Try it ->
Could you retype exactly the lines running from the line with "(a party's code, a" to the end of the data, both included, and nothing else?

-- -- --

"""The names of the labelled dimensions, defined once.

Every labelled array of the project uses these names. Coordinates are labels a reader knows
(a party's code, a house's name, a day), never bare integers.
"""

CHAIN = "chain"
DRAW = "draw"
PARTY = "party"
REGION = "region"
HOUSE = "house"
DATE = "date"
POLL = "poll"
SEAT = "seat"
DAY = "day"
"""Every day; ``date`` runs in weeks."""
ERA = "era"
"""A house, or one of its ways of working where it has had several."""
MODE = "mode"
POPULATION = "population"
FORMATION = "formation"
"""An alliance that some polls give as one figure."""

-- -- --

Task answer ->
(a party's code, a house's name, a day), never bare integers.
"""

CHAIN = "chain"
DRAW = "draw"
PARTY = "party"
REGION = "region"
HOUSE = "house"
DATE = "date"
POLL = "poll"
SEAT = "seat"
DAY = "day"
"""Every day; ``date`` runs in weeks."""
ERA = "era"
"""A house, or one of its ways of working where it has had several."""
MODE = "mode"
POPULATION = "population"
FORMATION = "formation"
"""An alliance that some polls give as one figure."""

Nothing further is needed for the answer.